It is a near-real-time computer system
that can identify an unknown subject’s face and then recognize the person by
comparing characteristics of the face to those of known individuals. The
computational approach taken in this system is motivated by both physiology and
information theory, as well as by the practical requirements of near-real-time
performance and accuracy.
The system functions by projecting face
images onto a feature space that spans the significant variations among known
face images. The significant features are known as Eigenfaces because they are
the eigenvectors of the set of faces. The projection operation characterizes an
individual face by a weighted sum of the eigenface features, and so to
recognize a particular face it is necessary only to compare these weights to
those of known individuals. Some particular advantages of our approach are that
it provides for the ability to learn and later recognize new faces in an
unsupervised manner.
INTRODUCTION
The face is our primary focus of attention in
social intercourse, playing a major role in conveying identity and emotion.
Although the ability to infer intelligence or character from facial appearance
is suspect, the human ability to recognize faces is remarkable. We can
recognize thousands of faces learned throughout our lifetime and identify
familiar faces at a glance even after years of separation.

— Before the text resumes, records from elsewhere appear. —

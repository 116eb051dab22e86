"""The work each benchmark compares harmonize with: a raw DuckDB floor and a plain pandas script.

- The *floor* (:mod:`benchmarks.floor`) is the least any tool must do: DuckDB reads the CSV
  file(s) and writes zstd parquet, with no checks, no tagging and no aggregation.
- The *pandas script* is what a careful user would otherwise write in an afternoon:
  ``read_csv``, parse times, drop rows with missing or out-of-range values, compute the
  effort, group and sum, ``to_parquet``. It keeps no row accounting, quarantine, record ids
  or provenance, so it does less than harmonize; it is the everyday alternative, not a twin.
"""

from __future__ import annotations

from pathlib import Path

import numpy as np
import pandas as pd
import pyproj
import shapely

from harmonize.demo.sea import DOMAIN_RING, TAXA


def _season(month: pd.Series, year: pd.Series) -> tuple[pd.Series, pd.Series]:
    season = month.map({12: "winter", 1: "winter", 2: "winter", 3: "spring", 4: "spring", 5: "spring",
                        6: "summer", 7: "summer", 8: "summer", 9: "autumn", 10: "autumn", 11: "autumn"})
    return season, year + (month == 12).astype(int)


def pandas_pings(path: Path, out: Path) -> int:
    """Fishing hours per 25 km cell x season x gear from a ping CSV, the pandas way."""
    df = pd.read_csv(path)
    df["utc_time"] = pd.to_datetime(df["utc_time"], errors="coerce", utc=True)
    for col in ("latitude", "longitude", "sog_kn"):
        df[col] = pd.to_numeric(df[col], errors="coerce")
    df = df.dropna(subset=["vessel_name", "utc_time", "latitude", "longitude", "gear_code"])
    df = df[df["latitude"].between(-90, 90) & df["longitude"].between(-180, 360) & (df["sog_kn"].fillna(0) < 30)]
    inside = shapely.contains_xy(shapely.Polygon(DOMAIN_RING), df["longitude"].to_numpy(), df["latitude"].to_numpy())
    df = df[inside].drop_duplicates(["vessel_name", "utc_time"])
    df = df.sort_values(["vessel_name", "utc_time"])
    by = df.groupby("vessel_name")["utc_time"]
    prev_h = by.diff().dt.total_seconds() / 3600
    next_h = -by.diff(-1).dt.total_seconds() / 3600
    df["hours"] = prev_h.clip(upper=2.0).fillna(0) / 2 + next_h.clip(upper=2.0).fillna(0) / 2
    df = df[df["sog_kn"].between(2.0, 5.0)]
    x, y = pyproj.Transformer.from_crs(4326, 6933, always_xy=True).transform(
        df["longitude"].to_numpy(), df["latitude"].to_numpy())
    df["ix"] = np.floor(x / 25_000).astype(np.int64)
    df["iy"] = np.floor(y / 25_000).astype(np.int64)
    df["season"], df["season_year"] = _season(df["utc_time"].dt.month, df["utc_time"].dt.year)
    cells = df.groupby(["ix", "iy", "season_year", "season", "gear_code"], as_index=False).agg(
        hours=("hours", "sum"), n_vessels=("vessel_name", "nunique"), n_pings=("hours", "size"))
    cells.to_parquet(out, compression="zstd")
    return len(cells)


def pandas_trawl(events: Path, records: Path, out: Path) -> int:
    """Catch per haul x taxon x stage with area swept and density, the pandas way."""
    ev = pd.read_csv(events)
    for col in ("start_time_utc", "end_time_utc"):
        ev[col] = pd.to_datetime(ev[col], errors="coerce")
    num = ["lat_start", "lon_start", "lat_end", "lon_end", "wing_spread_m", "depth_m", "bottom_temp_c"]
    ev[num] = ev[num].apply(pd.to_numeric, errors="coerce")
    ev = ev.dropna(subset=["haul_id", "start_time_utc", "end_time_utc", "lat_start", "lon_start", "wing_spread_m"])
    ev = ev[ev["lat_start"].between(-90, 90) & ev["lon_start"].between(-180, 180) & (ev["wing_spread_m"] > 0)]
    ev = ev[ev["end_time_utc"] > ev["start_time_utc"]].drop_duplicates("haul_id")
    _, _, dist_m = pyproj.Geod(ellps="WGS84").inv(ev["lon_start"].to_numpy(), ev["lat_start"].to_numpy(),
                                                  ev["lon_end"].to_numpy(), ev["lat_end"].to_numpy())
    ev["area_km2"] = dist_m / 1000 * ev["wing_spread_m"] / 1000
    ev["season"], ev["season_year"] = _season(ev["start_time_utc"].dt.month, ev["start_time_utc"].dt.year)

    rc = pd.read_csv(records, keep_default_na=False, na_values=[""])
    rc["catch_kg"] = pd.to_numeric(rc["catch_kg"], errors="coerce")
    rc["catch_n"] = pd.to_numeric(rc["catch_n"], errors="coerce")
    names = {}
    for taxon, _group, aliases, _sensitive, *_ in TAXA:
        for name in [taxon, *filter(None, aliases.split("|"))]:
            names[name.casefold()] = taxon
    rc["taxon"] = rc["species"].str.strip().str.casefold().map(names)
    rc = rc.dropna(subset=["taxon"])
    rc = rc[rc["catch_kg"].notna() | rc["catch_n"].notna()]
    rc = rc.merge(ev[["haul_id", "area_km2", "season", "season_year", "lat_start", "lon_start"]], on="haul_id")
    catch = rc.groupby(["haul_id", "taxon", "life_stage"], as_index=False, dropna=False).agg(
        kg=("catch_kg", "sum"), n=("catch_n", "sum"), area_km2=("area_km2", "first"),
        season=("season", "first"), season_year=("season_year", "first"))
    catch["kg_per_km2"] = catch["kg"] / catch["area_km2"]
    catch["n_per_km2"] = catch["n"] / catch["area_km2"]
    catch.to_parquet(out, compression="zstd")
    return len(catch)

This skill is quite robust,
despite large changes in the visual stimulus due to viewing conditions,
expression, aging, and distractions such as glasses, beards or changes in hair
style. Face recognition has become an important issue in many applications such
as security systems, credit card verification and criminal identification. For
example, the ability to model a particular face and distinguish it from a large
number of stored face models would make it possible to vastly improve criminal
identification. Even the ability to merely detect faces, as opposed to
recognizing them, can be important. Detecting faces in photographs for
automating color film development can be very useful, since the effect of many
enhancement and noise reduction techniques depends on the image content.
Although it is clear that people are good at face recognition, it is not at all
obvious how faces are encoded or decoded by the human brain. Human face
recognition has been studied for more than twenty years. So we need a system
which is similar to the human eye in some sense to identify a person. To cater
this need and using the observations of human psychophysics, face recognition
as a field emerged. Unfortunately developing a computational model of face
recognition is quite difficult, because faces are complex, multi-dimensional
visual stimuli. Therefore, face recognition is a very high level computer
vision task, in which many early vision techniques can be involved.
The wide variety of applications of
real-time face recognition is what makes it so attractive to the government and
industry. Some possible applications include facility access control, user
authentication for ATM machines, airport security, remote access to networks,
and aiding in the recovery of missing children and fugitives. Real-time face
recognition helps to create a safer, more secure world because of the ability
to recognize a person through a physical trait, but it is less-invasive than
other biometrics. It is cost-effective, requiring only a video camera and a PC.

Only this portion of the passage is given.